Start of Block
"""Read a TOML case file into a :class:`Case`.

A case file describes one current-loop design in four core tables,
``[filter]`` (with the optional sub-table ``[filter.damping]``), ``[grid]``,
``[sampling]`` and ``[control]``; values are strings with SI units and
prefixes (``"1.8 mH"``, ``"10 uF"``) or bare numbers in the SI base unit
(see :mod:`loopcheck.engine.units`). The complete reference is
``docs/case-file.md``.

Optional tables (``[map]``, ``[tolerance]``, ``[firmware]``, ``[scenario]``,
``[targets]``, ``[pwm]``, ``[harmonics]``, ``[report]``) are kept raw in
:attr:`Case.tables` for the modules that use them; those modules read them
with the helpers below (:func:`check_keys`, :func:`read_quantity`,
:func:`read_choice`, :func:`read_pair`, ...) so every error has the same
one-line form::

    cases/x.toml: [filter] C: expected a capacitance in F (e.g. "10 uF"), got "10 mH"

Bad input raises :class:`CaseError`; implausible but possible values are
returned as warnings (:attr:`Case.warnings`). Nothing here prints.
"""

from __future__ import annotations

import difflib
import math
import os
import tomllib
from collections.abc import Iterable, Sequence
from dataclasses import dataclass, field
from typing import Any

from loopcheck.engine.model import (
    DAMPING_FILTERS,
    DAMPING_SIGNALS,
    DampingFilter,
    MAX_DELAY_SAMPLES,
    CONTROLLER_KINDS,
    FEEDBACK_KINDS,
    INTEGRATOR_METHODS,
    PASSIVE_KINDS,
    RESONATOR_METHODS,
    Control,
    Design,
    Filter,
    Grid,
    PassiveDamping,
    Sampling,
)
from loopcheck.engine.scr import lg_from_scr
from loopcheck.engine.units import UnitError, expected_text, parse_quantity_unit, shown

__all__ = [
    "CORE_TABLES",
    "OPTIONAL_TABLES",
    "REQUIRED",
    "Case",
    "CaseError",
    "case_from_string",
    "check_keys",
    "read_case",
    "read_choice",
    "read_int_list",
    "read_pair",
    "read_quantity",
    "read_string",
    "read_table",
    "where",
]

#: The tables every case file has.
CORE_TABLES = ("filter", "grid", "sampling", "control")
#: Optional tables, kept raw in :attr:`Case.tables` for the modules that read them.
OPTIONAL_TABLES = ("map", "tolerance", "firmware", "scenario", "targets", "pwm", "harmonics", "report", "grid_network", "feedforward")
#: Plain keys allowed at the top of the file.
TOP_KEYS = ("name", "description")
#: Largest whole number in a list read by :func:`read_int_list`.
INT_LIST_MAX = 1_000_000
#: At most this many harmonic resonators in [control] harmonics.
MAX_HARMONICS = 12
#: Longest accepted ``name`` [characters].
NAME_MAX_CHARS = 200
#: Larger files are refused (a case file is a few hundred bytes).
MAX_CASE_BYTES = 1_000_000


class CaseError(Exception):
    """Bad input in a case file. The message is one line naming the file, the
    table and the key."""


class _Required:
    def __repr__(self) -> str:
        return "REQUIRED"


#: Default marker for :func:`read_quantity` and friends: the key must be present.
REQUIRED: Any = _Required()


@dataclass(frozen=True)
class Case:
    """A case file read and checked.

    path: the file as given (used in every message);
    design: the current-loop design (SI units inside);
    tables: raw optional tables by name (``"map"``, ``"tolerance"``, ...),
    as tomllib returned them, for the modules that parse them;
    warnings: one-line messages about implausible values (the CLI prints
    them to stderr);
    description: the optional free-text ``description`` key.
    """

    path: str
    design: Design
    tables: dict = field(default_factory=dict)
    warnings: tuple[str, ...] = ()
    description: str = ""

    def where(self, table: str) -> str:
        """Message prefix for a table of this case, e.g. ``"cases/x.toml: [map]"``."""
        return where(self.path, table)


# ---------------------------------------------------------------------------
# helpers shared with the modules that read their own tables
# ---------------------------------------------------------------------------


def where(path: str, table: str | None) -> str:
    """Prefix of messages about ``table`` in the file ``path``:
    ``where("cases/x.toml", "filter")`` -> ``"cases/x.toml: [filter]"``;
    ``table=None`` gives ``"cases/x.toml:"`` for top-level keys."""
    return f"{path}:" if not table else f"{path}: [{table}]"


def _fail(where_: str, key: str, detail: str) -> CaseError:
    return CaseError(f"{where_} {key}: {detail}")


def _did_you_mean(name: str, allowed: Iterable[str]) -> str:
    allowed = list(allowed)
    # another capitalisation or swapped letters ("l1", "1L" for L1) first:
    # difflib scores "1L" as close to "R1" as to "L1"
    for same in (lambda a: a.lower() == name.lower(), lambda a: sorted(a.lower()) == sorted(name.lower())):
        hits = [a for a in allowed if same(a)]
        if hits:
            return hits[0]
    close = difflib.get_close_matches(name, allowed, n=1, cutoff=0.5)
    return close[0] if close else ""


def check_keys(table: dict, allowed: Iterable[str], where: str) -> None:
    """Raise :class:`CaseError` for the first key of ``table`` not in
    ``allowed``, with a did-you-mean suggestion and the allowed keys."""
    allowed = list(allowed)
    for key in table:
        if key not in allowed:
            hint = _did_you_mean(key, allowed)
            tip = f'did you mean "{hint}"? ' if hint else ""
            raise _fail(where, key, f"unknown key; {tip}(allowed: {', '.join(allowed)})")


def read_table(data: dict, key: str, where: str, required: bool = True) -> dict:
    """The sub-table ``data[key]`` (``{}`` when absent and not required)."""
    if key not in data:
        if required:
            raise CaseError(f"{where} [{key}]: missing table")
        return {}
    value = data[key]
    if not isinstance(value, dict):
        raise _fail(where, key, f"expected a table ([{key}]), got {shown(value)}")
    return value


def read_quantity(
    table: dict,
    key: str,
    dimension: str,
    where: str,
    default: Any = REQUIRED,
    *,
    positive: bool = False,
    nonnegative: bool = False,
    minimum: float | None = None,
    maximum: float | None = None,
) -> float:
    """Read ``table[key]`` as a quantity of ``dimension`` (a name from
    :data:`loopcheck.engine.units.DIMENSIONS`: ``"inductance"``, ``"capacitance"``,
    ``"resistance"``, ``"frequency"``, ``"angular_frequency"``, ``"gain"``,
    ``"integral_gain"``, ``"voltage"``, ``"current"``, ``"apparent_power"``,
    ``"power"``, ``"time"``, ``"percent"``, ``"ratio"``) and return it in the
    SI base unit.

    ``default`` is returned (as is) when the key is absent; with the default
    :data:`REQUIRED` a missing key is an error. ``positive`` (> 0),
    ``nonnegative`` (>= 0), ``minimum`` and ``maximum`` (inclusive, SI) are
    checked. Every failure raises :class:`CaseError` with the message
    ``"<where> <key>: <what is wrong>"``.
    """
    if key not in table:
        if default is REQUIRED:
            raise _fail(where, key, f"missing; expected {expected_text(dimension)}")
        return default
    value = table[key]
    try:
        x, _unit = parse_quantity_unit(value, dimension)
    except UnitError as exc:
        raise _fail(where, key, str(exc)) from None
    _check_range(x, value, key, where, positive, nonnegative, minimum, maximum)
    return x


def _check_range(x, value, key, where_, positive, nonnegative, minimum, maximum) -> None:
    if positive and not x > 0:
        raise _fail(where_, key, f"must be greater than zero, got {shown(value)}")
    if nonnegative and x < 0:
        raise _fail(where_, key, f"must not be negative, got {shown(value)}")
    if minimum is not None and x < minimum:
        raise _fail(where_, key, f"must be at least {minimum:g}, got {shown(value)}")
    if maximum is not None and x > maximum:
        raise _fail(where_, key, f"must be at most {maximum:g}, got {shown(value)}")


def read_pair(
    table: dict,
    key: str,
    dimension: str,
    where: str,
    default: Any = REQUIRED,
    *,
    positive: bool = False,
    nonnegative: bool = False,
    ordered: bool = True,
) -> tuple[float, float]:
    """Read a two-element list of quantities such as
    ``Lg_range = ["0 mH", "4 mH"]`` and return ``(low, high)`` in SI.
    With ``ordered`` the first must not exceed the second."""
    if key not in table:
        if default is REQUIRED:
            raise _fail(where, key, f"missing; expected a list of two values, each {expected_text(dimension)}")
        return default
    value = table[key]
    if not isinstance(value, list) or len(value) != 2:
        raise _fail(where, key, f"expected a list of two values [from, to], got {shown(value)}")
    out = []
    for item in value:
        try:
            x, _unit = parse_quantity_unit(item, dimension)
        except UnitError as exc:
            raise _fail(where, key, str(exc)) from None
        _check_range(x, item, key, where, positive, nonnegative, None, None)
        out.append(x)
    if ordered and out[0] > out[1]:
        raise _fail(where, key, f"the first value must not exceed the second, got [{shown(value[0])}, {shown(value[1])}]")
    return out[0], out[1]


def read_choice(table: dict, key: str, choices: Sequence[str], where: str, default: Any = REQUIRED) -> str:
    """Read a string that must be one of ``choices`` (did-you-mean on a miss)."""
    allowed = ", ".join(f'"{c}"' for c in choices)
    if key not in table:
        if default is REQUIRED:
            raise _fail(where, key, f"missing; expected one of {allowed}")
        return default
    value = table[key]
    if not isinstance(value, str) or value not in choices:
        hint = _did_you_mean(value, choices) if isinstance(value, str) else ""
        tip = f'; did you mean "{hint}"?' if hint else ""
        raise _fail(where, key, f"expected one of {allowed}, got {shown(value)}{tip}")
    return value


def read_string(table: dict, key: str, where: str, default: Any = REQUIRED) -> str:
    """Read a free-text string."""
    if key not in table:
        if default is REQUIRED:
            raise _fail(where, key, "missing; expected a text in quotes")
        return default
    value = table[key]
    if not isinstance(value, str):
        raise _fail(where, key, f"expected a text in quotes, got {shown(value)}")
    return value


def read_int_list(
    table: dict, key: str, where: str, default: Any = REQUIRED, *, minimum: int | None = None
) -> tuple[int, ...]:
    """Read a list of whole numbers such as ``harmonics = [3, 5, 7]``;
    duplicates and values below ``minimum`` are errors."""
    if key not in table:
        if default is REQUIRED:
            raise _fail(where, key, "missing; expected a list of whole numbers such as [3, 5, 7]")
        return default
    value = table[key]
    if not isinstance(value, list) or any(isinstance(v, bool) or not isinstance(v, int) for v in value):
        raise _fail(where, key, f"expected a list of whole numbers such as [3, 5, 7], got {shown(value)}")
    if len(set(value)) != len(value):
        raise _fail(where, key, f"lists a number twice: {shown(value) if len(str(value)) > 60 else value}")
    if minimum is not None:
        for v in value:
            if v < minimum:
                raise _fail(where, key, f"values must be at least {minimum}, got {shown(v)}")
    for v in value:
        if abs(v) > INT_LIST_MAX:
            raise _fail(where, key, f"values must be at most {INT_LIST_MAX:,}, got {shown(v)}")
    return tuple(value)


# ---------------------------------------------------------------------------
# reading a whole case
# ---------------------------------------------------------------------------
End of Block
Exercise description
Reproduce each line of the material that mentions "raises".

Response to the exercise
Bad input raises :class:`CaseError`; implausible but possible values are
    checked. Every failure raises :class:`CaseError` with the message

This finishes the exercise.